# Work request
Find the lines below in which the string "publishable" occurs. Copy each one.

# Task material
// sendWindow publishes msgs (seq order) and waits for their tokens in
// order. It returns how many leading messages are delivered and why it
// stopped early; when the first message's topic cannot be published it
// returns 1 and an error wrapping ErrBadTopic (the message is to be dropped).
func (p *Publisher) sendWindow(ctx context.Context, msgs []Message) (int, error) {
	if !publishable(msgs[0].Topic) {
		p.dropped.Add(1)
		err := fmt.Errorf("seq %d topic %q: %w", msgs[0].Seq, msgs[0].Topic, ErrBadTopic)
		p.report("mqtt message dropped", err)
		return 1, err
	}
	n := 1
	for n < len(msgs) && publishable(msgs[n].Topic) {
		n++
	}
	msgs = msgs[:n]
	epoch := p.connects.Load()
	p.toks, p.deadlines = p.toks[:0], p.deadlines[:0]
	for i := range msgs {
		m := &msgs[i]
		p.toks = append(p.toks, p.client.Publish(m.Topic, m.QoS, m.Retain, WithSeq(m.Payload, m.Seq)))
		p.deadlines = append(p.deadlines, time.Now().Add(p.cfg.AckTimeout))
	}
	p.published.Add(uint64(n))
	for i, tok := range p.toks {
		if err := p.await(ctx, tok, p.deadlines[i], epoch); err != nil {
			if !errors.Is(err, errConnChanged) && !errors.Is(err, context.Canceled) && !errors.Is(err, context.DeadlineExceeded) {
				err = fmt.Errorf("seq %d: %w", msgs[i].Seq, err)
			}
			return i, err
		}
		// A QoS 0 token completes when the packet is written; if the
		// connection is gone by then, count it as not delivered.
		if msgs[i].QoS == 0 && (!p.client.IsConnectionOpen() || p.connects.Load() != epoch) {
			return i, errConnChanged
		}
	}
	return n, nil
}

# Answer space
	if !publishable(msgs[0].Topic) {
	for n < len(msgs) && publishable(msgs[n].Topic) {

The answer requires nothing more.